Updated by susmit shannigrahi over 4 years ago
It seems that the Data packet is missing on the server, so that the server responds with Nack.
So I verified there is no packet missing. If we pull with a simple pipeline (-s 5), it completes. This has something to do with rate control.
ndnping fails if we push it too hard (1ms interval). Once it fails, nfd needs to be restarted.
Please find the logs - I do see link layer congestion markings.

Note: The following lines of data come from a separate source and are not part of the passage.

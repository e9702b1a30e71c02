"""The ``--where`` condition of ``fits``: far narrower than a query.

The condition is spliced into a WHERE clause of our own SQL, so it may only
compare values: column names of the view, literals, comparisons, boolean logic,
arithmetic and a CAST to a plain type. This is the only layer in front of a
``--where`` (the locked read-only connection is behind it): a function call
or a subquery there would otherwise run with the tool's own SQL around it.
"""

from __future__ import annotations

import difflib
from collections.abc import Collection

import sqlglot
from sqlglot import exp
from sqlglot.tokens import TokenType

from trendledger.errors import QueryRefused, first_line
from trendledger.query.positions import error_position, node_position, token_column
from trendledger.query.rules import describe_node, function_label
from trendledger.query.statements import DIALECT, MAX_QUERY_CHARS, quiet_sqlglot, tokenize

_WHERE_PREDICATES: tuple[type[exp.Expr], ...] = (
    exp.EQ,
    exp.NEQ,
    exp.LT,
    exp.LTE,
    exp.GT,
    exp.GTE,
    exp.Is,
    exp.NullSafeEQ,
    exp.NullSafeNEQ,
    exp.And,
    exp.Or,
    exp.Not,
    exp.In,
    exp.Between,
    exp.Like,
    exp.ILike,
)
_WHERE_VALUES: tuple[type[exp.Expr], ...] = (
    exp.Column,
    exp.Identifier,
    exp.Literal,
    exp.Boolean,
    exp.Null,
    exp.Add,
    exp.Sub,
    exp.Mul,
    exp.Div,
    exp.Mod,
    exp.Neg,
    exp.Paren,
    exp.Cast,
    exp.DataType,
    exp.DataTypeParam,
)
_PLAIN_TYPES = frozenset(
    {
        exp.DataType.Type.TINYINT,
        exp.DataType.Type.SMALLINT,
        exp.DataType.Type.INT,
        exp.DataType.Type.BIGINT,
        exp.DataType.Type.INT128,
        exp.DataType.Type.FLOAT,
        exp.DataType.Type.DOUBLE,
        exp.DataType.Type.DECIMAL,
        exp.DataType.Type.VARCHAR,
        exp.DataType.Type.TEXT,
        exp.DataType.Type.BOOLEAN,
        exp.DataType.Type.DATE,
        exp.DataType.Type.TIMESTAMP,
    }
)


def check_where(text: str, columns: Collection[str]) -> exp.Expression:
    """Parse a ``--where`` condition and return it with every column quoted.

    Why so narrow: the condition is spliced into a WHERE clause of our own
    SQL, so it must not be able to do anything but compare values. Allowed are
    column names from ``columns``, literals, comparisons (including IS [NOT]
    NULL and IS [NOT] DISTINCT FROM), AND/OR/NOT, IN with a list of literals,
    BETWEEN, LIKE/ILIKE, arithmetic, parentheses and a CAST to a plain type.
    Function calls, subqueries, parameters and ``*`` are refused.

    Every column in the returned tree is a quoted identifier with the exact
    spelling from ``columns``, and comments are dropped, so rendering it with
    ``.sql(dialect="duckdb")`` gives safe text.
    """
    if not isinstance(text, str) or not text.strip():
        raise QueryRefused("refused: the --where condition is empty", hint="for example: r2 > 0.9")
    if len(text) > MAX_QUERY_CHARS:
        raise QueryRefused(f"refused: the --where condition is {len(text)} characters long")
    tokens = tokenize(text, what="the --where condition")
    for token in tokens:
        if token.token_type == TokenType.SEMICOLON:
            raise QueryRefused(
                "refused: ';' in the --where condition; pass one condition, not statements",
                line=token.line,
                column=token_column(token),
            )
    try:
        with quiet_sqlglot():
            parsed = sqlglot.parse_one(text, read=DIALECT)
    except Exception as error:  # any parser failure means "no"
        line, column = error_position(error)
        raise QueryRefused(
            f"refused: cannot parse the --where condition: {first_line(error)}",
            line=line,
            column=column,
        ) from None
    if not isinstance(parsed, exp.Expression):
        raise QueryRefused("refused: the --where condition is empty")

    for node in parsed.walk():
        _check_where_node(node)
    root = parsed.unnest() if isinstance(parsed, exp.Paren) else parsed
    if not isinstance(root, (*_WHERE_PREDICATES, exp.Boolean, exp.Column)):
        raise QueryRefused(
            f"refused: --where needs a condition, not {describe_node(root)}",
            hint="compare a column with a value, for example: slope < 0",
        )

    known = list(columns)
    tree = parsed
    for reference in list(tree.find_all(exp.Column)):
        quoted = exp.column(_resolve_column(reference, known), quoted=True)
        if reference is tree:
            tree = quoted
        else:
            reference.replace(quoted)
    for node in tree.walk():
        node.comments = None
    return tree


def _check_where_node(node: exp.Expr) -> None:
    """Refuse one node of a --where tree unless it is on the short allowed list.

    The order matters: sqlglot models AND, OR and CAST as functions, so the
    allowed shapes are recognised before the general "no functions" rule.
    """
    line, column = node_position(node)
    if isinstance(node, exp.Star) or (isinstance(node, exp.Column) and node.is_star):
        raise QueryRefused(
            "refused: * (star) in the --where condition; name the columns",
            line=line,
            column=column,
        )
    if isinstance(node, exp.Column):
        if node.table or node.args.get("db") or node.args.get("catalog"):
            raise QueryRefused(
                f"refused: qualified column {node.sql(dialect=DIALECT)} in --where; "
                "use the bare column name",
                line=line,
                column=column,
            )
        return
    if isinstance(node, exp.Identifier):
        if not isinstance(node.parent, exp.Column):
            raise QueryRefused(
                f"refused: name {node.name!r} in a place where --where allows none",
                line=line,
                column=column,
            )
        return
    if isinstance(node, exp.In):
        _check_where_in(node)
        return
    if isinstance(node, exp.Cast):
        extras = [key for key, value in node.args.items() if value and key not in ("this", "to")]
        if extras:
            raise QueryRefused(
                f"refused: CAST with {', '.join(extras)} in the --where condition",
                line=line,
                column=column,
            )
        return
    if isinstance(node, exp.DataType):
        if node.this not in _PLAIN_TYPES or any(
            not isinstance(param, exp.DataTypeParam) for param in node.expressions
        ):
            raise QueryRefused(
                f"refused: cast to {node.sql(dialect=DIALECT)} in the --where condition; "
                "only plain number, text, boolean, date and timestamp types are allowed",
                line=line,
                column=column,
            )
        return
    if isinstance(node, exp.DataTypeParam):
        if not (isinstance(node.this, exp.Literal) and not node.this.is_string):
            raise QueryRefused("refused: unusual type parameter in the --where condition")
        return
    if isinstance(node, (*_WHERE_PREDICATES, *_WHERE_VALUES)):
        return
    if isinstance(node, exp.Func):
        raise QueryRefused(
            f"refused: function {function_label(node)} in the --where condition; "
            "only columns, literals, comparisons and arithmetic are allowed",
            line=line,
            column=column,
        )
    if isinstance(node, (exp.Subquery, exp.Query)):
        raise QueryRefused(
            "refused: subquery in the --where condition; only columns and literals are allowed",
            line=line,
            column=column,
        )
    if isinstance(node, exp.Placeholder):
        raise QueryRefused(
            f"refused: parameter ${node.name} in the --where condition; write the value itself",
            line=line,
            column=column,
        )
    raise QueryRefused(
        f"refused: {describe_node(node)} in the --where condition",
        line=line,
        column=column,
        hint="allowed: columns, literals, = <> < <= > >=, IS [NOT] NULL, IS [NOT] DISTINCT "
        "FROM, AND, OR, NOT, IN (...), BETWEEN, LIKE, ILIKE, + - * / %, CAST",
    )


def _check_where_in(node: exp.In) -> None:
    """IN is fine only with a non-empty list of literal values."""
    for key in ("query", "unnest", "field"):
        if node.args.get(key) is not None:
            raise QueryRefused(
                "refused: IN with a subquery or expression list in the --where condition; "
                "list literal values instead"
            )
    values = node.expressions
    if not values:
        raise QueryRefused("refused: IN () with no values in the --where condition")
    for value in values:
        if not _is_literal_value(value):
            raise QueryRefused(
                f"refused: {value.sql(dialect=DIALECT)} inside IN (...) in the --where "
                "condition; only literal values may be listed"
            )


def _is_literal_value(node: exp.Expr) -> bool:
    """A literal, NULL, boolean, negated number or a literal cast to a plain type."""
    if isinstance(node, (exp.Literal, exp.Boolean, exp.Null)):
        return True
    if isinstance(node, (exp.Neg, exp.Paren)):
        return _is_literal_value(node.this)
    if isinstance(node, exp.Cast):
        return _is_literal_value(node.this)
    return False


def _resolve_column(column: exp.Column, known: list[str]) -> str:
    """The spelling from ``known`` that ``column`` names, matching case like DuckDB does."""
    name = column.name
    if name in known:
        return name
    folded = [candidate for candidate in known if candidate.casefold() == name.casefold()]
    if len(folded) == 1:
        return folded[0]
    close = difflib.get_close_matches(name, known, n=1, cutoff=0.5)
    if not close:
        by_fold = {candidate.casefold(): candidate for candidate in known}
        folded_close = difflib.get_close_matches(name.casefold(), list(by_fold), n=1, cutoff=0.5)
        close = [by_fold[match] for match in folded_close]
    if close:
        hint = f"did you mean {close[0]}?"
    else:
        hint = "known columns: " + ", ".join(known) if known else "the view has no columns"
    line, position = node_position(column)
    raise QueryRefused(
        f"refused: unknown column {name!r} in the --where condition",
        line=line,
        column=position,
        hint=hint,
    )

Updated by susmit shannigrahi over 4 years ago
- File nfd.log nfd.log added
- File debug.pcap debug.pcap added
- File ndn.log ndn.log added
Succesful logs.
Updated by susmit shannigrahi over 4 years ago
- File nfd.log nfd.log added
- File debug.pcap debug.pcap added
- File ndn.log ndn.log added
Failed logs - client side.
Updated by susmit shannigrahi over 4 years ago
- File server-side-nfd.log server-side-nfd.log added
NDN log server side - pcap is too large. I can host it somewhere if needed.
1592253354.344069 DEBUG: [nfd.GenericLinkService] [id=301,local=tcp4://129.82.175.10:6363,remote=tcp4://209.129.248.194:41640] Send queue length dropped below congestion threshold
1592253502.193208 DEBUG: [nfd.GenericLinkService] [id=301,local=tcp4://129.82.175.10:6363,remote=tcp4://209.129.248.194:41640] Send queue length dropped below congestion threshold
1592253510.434830 DEBUG: [nfd.GenericLinkService] [id=301,local=tcp4://129.82.175.10:6363,remote=tcp4://209.129.248.194:41640] Send queue length dropped below congestion threshold
1592253510.476897 DEBUG: [nfd.GenericLinkService] [id=301,local=tcp4://129.82.175.10:6363,remote=tcp4://209.129.248.194:41640] Send queue length dropped below congestion threshold
Updated by Davide Pesavento over 4 years ago
- Subject changed from Timeout/packet loss on docker to Timeout/packet loss on docker
- Status changed from New to Rejected
Based on the June 11th discussion on Slack, this seems to be a problem with the underlying network infrastructure, either hardware of software. Closing.